(483d) Strategies for Improved Thermal Stability and Facile Regeneration of Alkane Dehydrogenation Catalysts

One of Bipin Vora’s most recognized contributions [1] is the development of a light paraffin dehydrogenation process, named Oleflex^TM. This process was first commercialized for propylene production in 1990. UOP Honeywell has licensed 80 units for propane and isobutane dehydrogenation for the production of propylene and isobutene and accounts for 75 % of the worldwide propane catalytic dehydrogenation capacity added in the last 10 yrs. Bipin Vora’s contributions to Oleflex are documented in 25 US patents and numerous publications. He made key inventions and conducted pioneering research that is the cornerstone of the current and future generations of UOP Oleflex technology.

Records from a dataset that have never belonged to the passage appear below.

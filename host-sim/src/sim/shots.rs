//! `leeward shots`: run a key script headless from power-on and write a PNG at each
//! `@name` of the script.

use super::script::{self, Step};
use super::{picture, Device};
use crate::CliError;
use std::path::Path;

/// Help text of `leeward shots` (the script syntax; the manual has the same).
pub const SHOTS_HELP: &str = "\
SCRIPT is plain text, read token by token (tokens are separated by spaces or line ends):
  ok back menu up down left right del dot sign   a key by name (any case)
  45.5  -10.25                                   digits, '.' and '-' typed key by key
  TOKEN*N                                        TOKEN repeated N times (1 to 999), e.g. del*14
  @NAME                                          screenshot here, written as DIR/NAME.png
                                                 (NAME: a-z, 0-9, - and _, once per script)
  # ...                                          a comment, to the end of the line
The device starts from power-on, as `leeward sim` does. An unknown key name or a bad token exits with status 2 and names the token and its line; \
nothing is written then. With --json the list of screenshots is one JSON object.";

/// Run `script_path`, writing its screenshots into `out_dir`; the report lists the files
/// (with `json`, as `{"shots": [{"name", "file", "after_keys"}]}`).
pub fn run(script_path: &Path, out_dir: &Path, json: bool) -> Result<String, CliError> {
    let shown = script_path.display();
    let text = std::fs::read_to_string(script_path)
        .map_err(|e| CliError::input(format!("{shown}: cannot read the key script: {e}")))?;
    let steps = script::parse(&text).map_err(|e| CliError::input(format!("{shown}: {e}")))?;
    std::fs::create_dir_all(out_dir).map_err(|e| {
        CliError::input(format!(
            "{}: cannot create the folder: {e}",
            out_dir.display()
        ))
    })?;
    let scratch = super::store::Scratch::new();
    let mut device = Device::power_on(&scratch.0)?;
    let mut report = String::new();
    let mut taken = Vec::new();
    let mut presses = 0usize;
    for step in steps {
        match step {
            Step::Press(k) => {
                device.press(k);
                presses += 1;
            }
            Step::Shot(name) => {
                let path = out_dir.join(format!("{name}.png"));
                picture::save_png(&device.frame(), &path).map_err(|e| {
                    CliError::input(format!("{}: cannot write: {e}", path.display()))
                })?;
                report.push_str(&format!("{} (after {presses} keys)\n", path.display()));
                taken.push(serde_json::json!({
                    "name": name,
                    "file": path.display().to_string(),
                    "after_keys": presses,
                }));
            }
        }
    }
    if json {
        return Ok(format!("{}\n", serde_json::json!({ "shots": taken })));
    }
    if report.is_empty() {
        report.push_str("no screenshots: the script has no @NAME\n");
    }
    Ok(report)
}

#[cfg(test)]
mod tests {
    use super::*;

    #[test]
    fn the_help_names_every_key() {
        for (name, _) in super::super::keys::NAMES {
            assert!(
                SHOTS_HELP.contains(name),
                "{name} missing from the shots help"
            );
        }
    }
}
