/// What the Sounding pages show, each part as the core returned it.
#[derive(Debug, Clone, PartialEq)]
pub struct SoundingView {
    /// Station identifier of the sounding.
    pub station: heapless::String<8>,
    /// Tropopauses.
    pub tropopauses: Tropopauses,
    /// The column lid, or why there is none.
    pub lid: Result<Lid>,
    /// Bulk N from the ground to the lid, s⁻¹.
    pub bulk_n_per_s: Result<f64>,
    /// The Froude check against the ridge.
    pub ridge_flow: Result<RidgeFlow>,
    /// The barotropy check.
    pub barotropy: Result<Barotropy>,
    /// Levels whose reported height disagrees with the hypsometric one.
    pub heights_flagged: u16,
    /// The worst disagreement, m.
    pub heights_worst_m: Option<f64>,
    /// Tolerance of the height check, m.
    pub height_tolerance_m: f64,
    /// The temperature profile, thinned for the plot.
    pub plot: PlotProfile,
}

/// The most levels of a sounding on the device: a TEMP Part A+B report or a thinned
/// ascent fits. The profile is 88 bytes a level and lives on the stack while the summary
/// is made, so this sets the deepest stack of the Sounding task.
pub const DEVICE_LEVELS: usize = 128;

/// A sounding as the device holds it.
pub type DeviceProfile = Profile<DEVICE_LEVELS>;

/// Levels kept for the profile plot: more than a 100-pixel-high plot can show apart.
pub const PLOT_LEVELS: usize = 64;
/// Stable layers marked on the profile plot.
pub const PLOT_LAYERS: usize = 4;

/// One plotted level (f32: a pixel is tens of metres and tenths of a kelvin).
#[derive(Debug, Clone, Copy, PartialEq)]
pub struct PlotLevel {
    /// Height, m above sea level.
    pub height_m: f32,
    /// Temperature, °C.
    pub temperature_c: f32,
    /// Dew point, °C.
    pub dewpoint_c: Option<f32>,
}

/// The profile plot's data: levels ground up and the stable layers (base, top), m.
#[derive(Debug, Clone, PartialEq, Default)]
pub struct PlotProfile {
    /// Levels with a height and a temperature, ground up; beyond [`PLOT_LEVELS`] evenly
    /// thinned, the lowest and highest always kept.
    pub levels: heapless::Vec<PlotLevel, PLOT_LEVELS>,
    /// The first stable layers below the tropopause, (base, top) in m.
    pub stable_m: heapless::Vec<(f32, f32), PLOT_LAYERS>,
}

impl PlotProfile {
    /// The plottable levels of `profile` with the summary's best heights.
    pub fn of<const N: usize>(profile: &Profile<N>, s: &Summary<N>) -> Self {
        let mut out = PlotProfile::default();
        out.fill(profile, s);
        out
    }

    /// [`PlotProfile::of`] written over `self`.
    pub fn fill<const N: usize>(&mut self, profile: &Profile<N>, s: &Summary<N>) {
        self.levels.clear();
        self.stable_m.clear();
        let out = self;
        let mut all = 0usize;
        let usable = |i: usize| -> Option<PlotLevel> {
            let lv = profile.levels().get(i)?;
            let z = s.heights.best_m(i)?;
            let t = lv.temperature_k?;
            (z.is_finite() && t.is_finite()).then_some(PlotLevel {
                height_m: z as f32,
                temperature_c: (t - 273.15) as f32,
                dewpoint_c: lv.dewpoint_k.map(|d| (d - 273.15) as f32),
            })
        };
        for i in 0..profile.levels().len() {
            if usable(i).is_some() {
                all += 1;
            }
        }
        // The k-th kept level is usable level k (all − 1)/(PLOT_LEVELS − 1), rounded
        // down: every level when they fit, else evenly spread with both ends kept.
        let keep = all.min(PLOT_LEVELS);
        let mut k = 0usize;
        let mut n = 0usize;
        for i in 0..profile.levels().len() {
            let Some(l) = usable(i) else { continue };
            let next = if keep > 1 {
                k * (all - 1) / (keep - 1)
            } else {
                0
            };
            if k < keep && n == next {
                let _ = out.levels.push(l);
                k += 1;
            }
            n += 1;
        }
        for r in s.stability.stable_layers.iter().take(PLOT_LAYERS) {
            let _ = out.stable_m.push((r.base_m as f32, r.top_m as f32));
        }
    }
}

impl SoundingView {
    /// The parts of a core summary the pages show.
    pub fn of<const N: usize>(profile: &Profile<N>, s: &Summary<N>) -> Self {
        let mut v = SoundingView::blank();
        v.fill(profile, s);
        v
    }

    /// A view of nothing, to be filled ([`SoundingView::fill`]).
    pub fn blank() -> Self {
        const NONE: Error = Error::NoData { what: "a summary" };
        SoundingView {
            station: heapless::String::new(),
            tropopauses: Tropopauses {
                first: None,
                second: None,
            },
            lid: Err(NONE),
            bulk_n_per_s: Err(NONE),
            ridge_flow: Err(NONE),
            barotropy: Err(NONE),
            heights_flagged: 0,
            heights_worst_m: None,
            height_tolerance_m: 0.0,
            plot: PlotProfile::default(),
        }
    }

    /// [`SoundingView::of`] written over `self`, part by part (on the handheld the view
    /// is kilobytes, and is made where it is kept).
    pub fn fill<const N: usize>(&mut self, profile: &Profile<N>, s: &Summary<N>) {
        self.station.clear();
        let _ = self.station.push_str(&profile.station.id);
        self.tropopauses = s.tropopauses;
        self.lid = s.lid;
        self.bulk_n_per_s = s.bulk_n_per_s;
        self.ridge_flow = s.ridge_flow.unwrap_or(Err(Error::NoData {
            what: "a ridge for the Froude check",
        }));
        self.barotropy = s.barotropy.clone();
        self.heights_flagged = s.heights.flagged;
        self.heights_worst_m = s.heights.worst.map(|(_, d)| d);
        self.height_tolerance_m = s.heights.tolerance_m;
        self.plot.fill(profile, s);
    }
}

/// The ridge the demo sounding is checked against: the Tessel Range from its upstream
/// plain, axis north–south.
pub fn demo_ridge() -> RidgeCheck {
    RidgeCheck {
        ground_m: demo::PLAIN_M,
        crest_m: demo::CREST_M,
        axis_deg: Some(0.0),
    }
}

/// The summary options the device uses: the core's defaults with the demo ridge.
pub fn demo_options() -> SummaryOptions {
    SummaryOptions {
        ridge: Some(demo_ridge()),
        ..SummaryOptions::default()
    }
}

/// Summarise the demo sounding.
pub fn demo_view() -> Result<SoundingView> {
    let mut v = SoundingView::blank();
    demo_view_into(&mut v)?;
    Ok(v)
}

/// Summarise the demo sounding into `out` (left as it was on an error). The device's
/// path: the view is made where it is kept, not moved through a `Result`.
#[inline(never)]
pub fn demo_view_into(out: &mut SoundingView) -> Result<()> {
    let mut profile = DeviceProfile::empty(StationInfo::default());
    demo::sounding_into(&mut profile)?;
    view_in_place(&profile, out)
}

/// The view of `profile` into `out`, its summary made in place against the demo ridge;
/// on an error `out` is left as it was. Not inlined, so that the summary's stack is
/// not added to the caller's frame, which holds the profile.
#[inline(never)]
fn view_in_place(profile: &DeviceProfile, out: &mut SoundingView) -> Result<()> {
    let mut summary = Summary::empty();
    summarise_into(profile, &demo_options(), &mut summary)?;
    out.fill(profile, &summary);
    Ok(())
}

/// Why a stored sounding could not be read into the device's profile.
#[derive(Debug, Clone, Copy, PartialEq, Eq)]
pub enum LoadError {
    /// The bytes are not a sounding record this firmware reads.
    Record(RecordError),
    /// More levels than the device holds.
    TooManyLevels {
        /// Levels in the stored sounding.
        levels: u32,
        /// Levels the device holds ([`DEVICE_LEVELS`]).
        capacity: u16,
    },
    /// The store could not give the dataset (or its CRC-32 did not match).
    Store(StoreError),
}

impl core::fmt::Display for LoadError {
    fn fmt(&self, f: &mut core::fmt::Formatter<'_>) -> core::fmt::Result {
        match *self {
            LoadError::Record(e) => write!(f, "{e}"),
            LoadError::TooManyLevels { levels, capacity } => write!(
                f,
                "the sounding has {levels} levels; the device holds {capacity}: thin it on the laptop"
            ),
            LoadError::Store(e) => write!(f, "{e}"),
        }
    }
}
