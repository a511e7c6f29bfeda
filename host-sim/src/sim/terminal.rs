//! `leeward sim --terminal`: the screen in Unicode block characters, for a remote shell.
//!
//! Half blocks give each character cell one pixel column and two pixel rows: the whole
//! 400×240 screen, pixel for pixel, in 400 columns by 120 lines. Quadrant blocks give a
//! cell 2×2 pixels: 200 columns by 120 lines, still every pixel. By default the terminal's
//! width picks one (a small font helps either way). Ink is
//! drawn as the block, so a dark-on-light terminal looks like the device.

use super::keys::LEGEND;
use super::store::STORAGE_NOTE;
use super::Device;
use leeward_firmware::framebuffer::{FrameBuffer, HEIGHT, WIDTH};
use leeward_firmware::Key;
use std::io::{Read, Write};

/// How many pixels a character cell holds.
#[derive(Debug, Clone, Copy, PartialEq, Eq, clap::ValueEnum)]
pub enum Blocks {
    /// Half blocks when the terminal is 400 columns wide, else quadrants.
    Auto,
    /// One column, two rows per cell (▀ ▄ █).
    Half,
    /// Two columns, two rows per cell (▘ ▝ ▖ ▗ and their unions).
    Quad,
}

impl Blocks {
    /// Columns the screen takes.
    pub fn columns(self) -> usize {
        match self {
            Blocks::Quad => WIDTH / 2,
            Blocks::Auto | Blocks::Half => WIDTH,
        }
    }

    /// The cells to use in a terminal `cols` wide: `Auto` becomes half blocks or
    /// quadrants; `None` when the screen cannot fit.
    pub fn fit(self, cols: usize) -> Option<Blocks> {
        let b = match self {
            Blocks::Auto if cols >= WIDTH => Blocks::Half,
            Blocks::Auto => Blocks::Quad,
            b => b,
        };
        (cols >= b.columns()).then_some(b)
    }
}

/// Quadrant characters indexed by bits: 1 top-left, 2 top-right, 4 bottom-left,
/// 8 bottom-right (Unicode block elements U+2580 to U+259F).
const QUADS: [char; 16] = [
    ' ', '▘', '▝', '▀', '▖', '▌', '▞', '▛', '▗', '▚', '▐', '▜', '▄', '▙', '▟', '█',
];

fn ink(fb: &FrameBuffer, x: usize, y: usize) -> bool {
    fb.pixel(x, y).is_some_and(|c| c.is_on())
}

/// The screen as lines of block characters (no colours, no cursor moves).
pub fn render(fb: &FrameBuffer, blocks: Blocks) -> Vec<String> {
    let (cw, ch) = match blocks {
        Blocks::Auto | Blocks::Half => (1, 2),
        Blocks::Quad => (2, 2),
    };
    (0..HEIGHT / ch)
        .map(|row| {
            (0..WIDTH / cw)
                .map(|col| {
                    let (x, y) = (col * cw, row * ch);
                    let mut bits = 0;
                    if ink(fb, x, y) {
                        bits |= 1;
                    }
                    if ink(fb, x + cw - 1, y) {
                        bits |= 2;
                    }
                    if ink(fb, x, y + 1) {
                        bits |= 4;
                    }
                    if ink(fb, x + cw - 1, y + 1) {
                        bits |= 8;
                    }
                    QUADS[bits]
                })
                .collect()
        })
        .collect()
}

/// What the terminal sent, as far as the simulator cares.
#[derive(Debug, Clone, Copy, PartialEq, Eq)]
pub enum Input {
    /// A device key.
    Key(Key),
    /// Leave the simulator.
    Quit,
}

/// Read the inputs in `bytes` (one read from a raw-mode terminal). A lone ESC is BACK;
/// ESC [ A to D are the arrows; other escape sequences are dropped.
pub fn decode(bytes: &[u8]) -> Vec<Input> {
    let mut out = Vec::new();
    let mut i = 0;
    while i < bytes.len() {
        let b = bytes[i];
        i += 1;
        let key = match b {
            0x1b => {
                if bytes.get(i) == Some(&b'[') || bytes.get(i) == Some(&b'O') {
                    // CSI or SS3: parameters, then a final byte 0x40 to 0x7e.
                    let mut j = i + 1;
                    while j < bytes.len() && !(0x40..=0x7e).contains(&bytes[j]) {
                        j += 1;
                    }
                    let fin = bytes.get(j).copied();
                    i = j + 1;
                    match fin {
                        Some(b'A') => Some(Input::Key(Key::Up)),
                        Some(b'B') => Some(Input::Key(Key::Down)),
                        Some(b'C') => Some(Input::Key(Key::Right)),
                        Some(b'D') => Some(Input::Key(Key::Left)),
                        _ => None,
                    }
                } else {
                    Some(Input::Key(Key::Back))
                }
            }
            b'0'..=b'9' => Some(Input::Key(Key::Digit(b - b'0'))),
            b'.' => Some(Input::Key(Key::Dot)),
            b'-' => Some(Input::Key(Key::Sign)),
            0x7f | 0x08 => Some(Input::Key(Key::Delete)),
            b'\r' | b'\n' => Some(Input::Key(Key::Ok)),
            b'\t' | b'm' | b'M' => Some(Input::Key(Key::Menu)),
            b'q' | b'Q' | 0x03 | 0x04 => Some(Input::Quit),
            _ => None,
        };
        out.extend(key);
    }
    out
}

/// Puts the terminal in raw mode with `stty` (no extra crate) and back on drop.
struct RawMode {
    saved: String,
}

fn stty(args: &[&str]) -> std::io::Result<std::process::Output> {
    std::process::Command::new("stty")
        .args(args)
        .stdin(std::process::Stdio::inherit())
        .output()
}

impl RawMode {
    fn enter() -> Result<Self, String> {
        let saved = stty(&["-g"]).map_err(|e| format!("cannot run stty: {e}"))?;
        if !saved.status.success() {
            return Err("standard input is not a terminal".into());
        }
        let saved = String::from_utf8_lossy(&saved.stdout).trim().to_string();
        // Reads return after a tenth of a second, so a lone ESC is told from an arrow.
        let ok = stty(&[
            "-icanon", "-echo", "-isig", "-ixon", "min", "0", "time", "1",
        ])
        .map(|o| o.status.success())
        .unwrap_or(false);
        if !ok {
            return Err("stty could not put the terminal in raw mode".into());
        }
        Ok(RawMode { saved })
    }
}

impl Drop for RawMode {
    fn drop(&mut self) {
        let _ = stty(&[self.saved.as_str()]);
    }
}

fn draw(out: &mut impl Write, device: &Device, blocks: Blocks) -> std::io::Result<()> {
    let mut s = String::from("\x1b[H");
    for line in render(&device.frame(), blocks) {
        s.push_str(&line);
        s.push_str("\x1b[K\r\n");
    }
    let legend: Vec<String> = LEGEND.iter().map(|(k, d)| format!("{k} {d}")).collect();
    s.push_str(&legend.join("  ·  "));
    s.push_str("\x1b[K\r\n\x1b[J");
    out.write_all(s.as_bytes())?;
    out.flush()
}

/// The terminal's size as `stty size` reports it: lines, columns.
fn size() -> Option<(usize, usize)> {
    let o = stty(&["size"]).ok()?;
    let s = String::from_utf8_lossy(&o.stdout);
    let mut it = s.split_whitespace().map(|n| n.parse().ok());
    Some((it.next()??, it.next()??))
}

/// Run the simulator in this terminal until Q (or Ctrl-C).
pub fn run(blocks: Blocks, flash: &std::path::Path) -> Result<String, crate::CliError> {
    let fail = |m: String| crate::CliError::input(format!("sim --terminal: {m}"));
    let (lines, cols) = size().ok_or_else(|| fail("standard input is not a terminal".into()))?;
    let blocks = blocks.fit(cols).ok_or_else(|| {
        fail(format!(
            "the terminal is {cols} columns wide; the screen needs {} (--blocks quad) or {} \
             (--blocks half): widen the window or use a smaller font",
            WIDTH / 2,
            WIDTH
        ))
    })?;
    if lines < HEIGHT / 2 + 1 {
        eprintln!(
            "leeward: the terminal has {lines} lines; the screen and legend need {} \
             (a smaller font helps)",
            HEIGHT / 2 + 1
        );
    }
    let raw = RawMode::enter().map_err(fail)?;
    let mut device = Device::power_on(flash)?;
    let mut out = std::io::stdout().lock();
    let mut stdin = std::io::stdin().lock();
    // Clear, hide the cursor.
    let io = |e: std::io::Error| crate::CliError::input(format!("sim --terminal: {e}"));
    out.write_all(b"\x1b[2J\x1b[?25l").map_err(io)?;
    draw(&mut out, &device, blocks).map_err(io)?;
    let mut buf = [0u8; 64];
    'run: loop {
        let n = stdin.read(&mut buf).map_err(io)?;
        let mut changed = false;
        for input in decode(&buf[..n]) {
            match input {
                Input::Quit => break 'run,
                Input::Key(k) => changed |= device.press(k),
            }
        }
        if changed {
            draw(&mut out, &device, blocks).map_err(io)?;
        }
    }
    out.write_all(b"\x1b[?25h\r\n").map_err(io)?;
    drop(raw);
    Ok(format!("{STORAGE_NOTE}\n"))
}

#[cfg(test)]
mod tests {
    use super::*;
    use embedded_graphics::pixelcolor::BinaryColor;
    use embedded_graphics::prelude::*;

    fn with(pixels: &[(i32, i32)]) -> FrameBuffer {
        let mut fb = FrameBuffer::new();
        fb.draw_iter(
            pixels
                .iter()
                .map(|&(x, y)| Pixel(Point::new(x, y), BinaryColor::On)),
        )
        .unwrap();
        fb
    }

    #[test]
    fn half_blocks_cover_the_screen_pixel_for_pixel() {
        let blank = render(&FrameBuffer::new(), Blocks::Half);
        assert_eq!(blank.len(), HEIGHT / 2);
        assert!(blank.iter().all(|l| l.chars().count() == WIDTH));
        assert!(blank.iter().all(|l| l.chars().all(|c| c == ' ')));
        // Top pixel, bottom pixel, both; at the far corner too.
        let fb = with(&[(0, 0), (1, 1), (2, 0), (2, 1), (399, 239)]);
        let l = render(&fb, Blocks::Half);
        assert!(l[0].starts_with("▀▄█ "), "{:?}", &l[0][..12]);
        assert!(l[119].ends_with(" ▄"));
    }

    #[test]
    fn quadrants_keep_every_pixel() {
        let fb = with(&[(0, 0), (3, 0), (4, 1), (7, 1), (8, 0), (9, 1)]);
        let l = render(&fb, Blocks::Quad);
        assert_eq!(l.len(), HEIGHT / 2);
        assert_eq!(l[0].chars().count(), WIDTH / 2);
        // Cells: TL, TR, BL, BR, TL+BR, blank.
        assert!(l[0].starts_with("▘▝▖▗▚ "), "{:?}", &l[0][..24]);
        // Every pixel of a filled screen is ink.
        let mut full = FrameBuffer::new();
        full.clear(BinaryColor::On).unwrap();
        assert!(render(&full, Blocks::Quad)
            .iter()
            .all(|l| l.chars().all(|c| c == '█')));
    }

    #[test]
    fn the_cells_fit_the_terminal() {
        assert_eq!(Blocks::Auto.fit(400), Some(Blocks::Half));
        assert_eq!(Blocks::Auto.fit(399), Some(Blocks::Quad));
        assert_eq!(Blocks::Auto.fit(199), None);
        assert_eq!(Blocks::Half.fit(300), None);
        assert_eq!(Blocks::Quad.fit(200), Some(Blocks::Quad));
    }

    #[test]
    fn terminal_bytes_become_keys() {
        use Input::Key as K;
        assert_eq!(
            decode(b"4.5-\x7f\r\t"),
            [
                K(Key::Digit(4)),
                K(Key::Dot),
                K(Key::Digit(5)),
                K(Key::Sign),
                K(Key::Delete),
                K(Key::Ok),
                K(Key::Menu)
            ]
        );
        assert_eq!(
            decode(b"\x1b[A\x1b[B\x1b[C\x1bOD\x1b"),
            [
                K(Key::Up),
                K(Key::Down),
                K(Key::Right),
                K(Key::Left),
                K(Key::Back)
            ]
        );
        // Other sequences (F5, a mouse report) are dropped whole; q quits.
        assert_eq!(decode(b"\x1b[15~x q"), [Input::Quit]);
        assert_eq!(decode(b"m"), [K(Key::Menu)]);
    }
}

Activating a C-H bond and converting an alkane selectively to alkene is a challenging reaction which is carried out at high temperatures due to thermodynamic limitations. During the reaction, the olefins that are formed can react further to undesired products involving hydrogenolysis and also result in coke deposits that can lead to catalyst deactivation. The high temperatures also cause sintering of the active phase and loss of activity. In industrial practice, the catalysts are regenerated using a controlled amount of oxygen and in the presence of halides. At the NSF Engineering Research Center CISTAR [2], we are exploring process technologies that could be applied for the processing of natural gas liquids closer to the well head. In the context of distributed processing, alternate approaches for regeneration need to be explored. For instance, the use of air instead of diluted oxygen for regeneration and avoiding the need for added halides. Prolonging the lifetime of these catalysts would also be beneficial for distributed processing. Here, we demonstrate that the choice of support and the composition of the active phase may allow improved thermal durability and facile regeneration of alkane dehydrogenation catalysts [3].

[1] Vora, B.V. Development of dehydrogenation catalyst and processes; Topics in Catalysis, 2012, 55 pp1297-1308.

[2] NSF Engineering Research Center, Center for Innovative and Strategic Transformation of Alkane Resources (CISTAR), www.cistar.us

[2] Alcala, R., Dean, D.P., Chavan, I., Chang, C.-W., Burnside, B., Pham, H.N., Peterson, E., Miller, J.T., and Datye, A.K., Strategies for regeneration of Pt-alloy catalysts supported on silica for propane dehydrogenation. Applied Catalysis A: General, 2023. 658: p. 119157.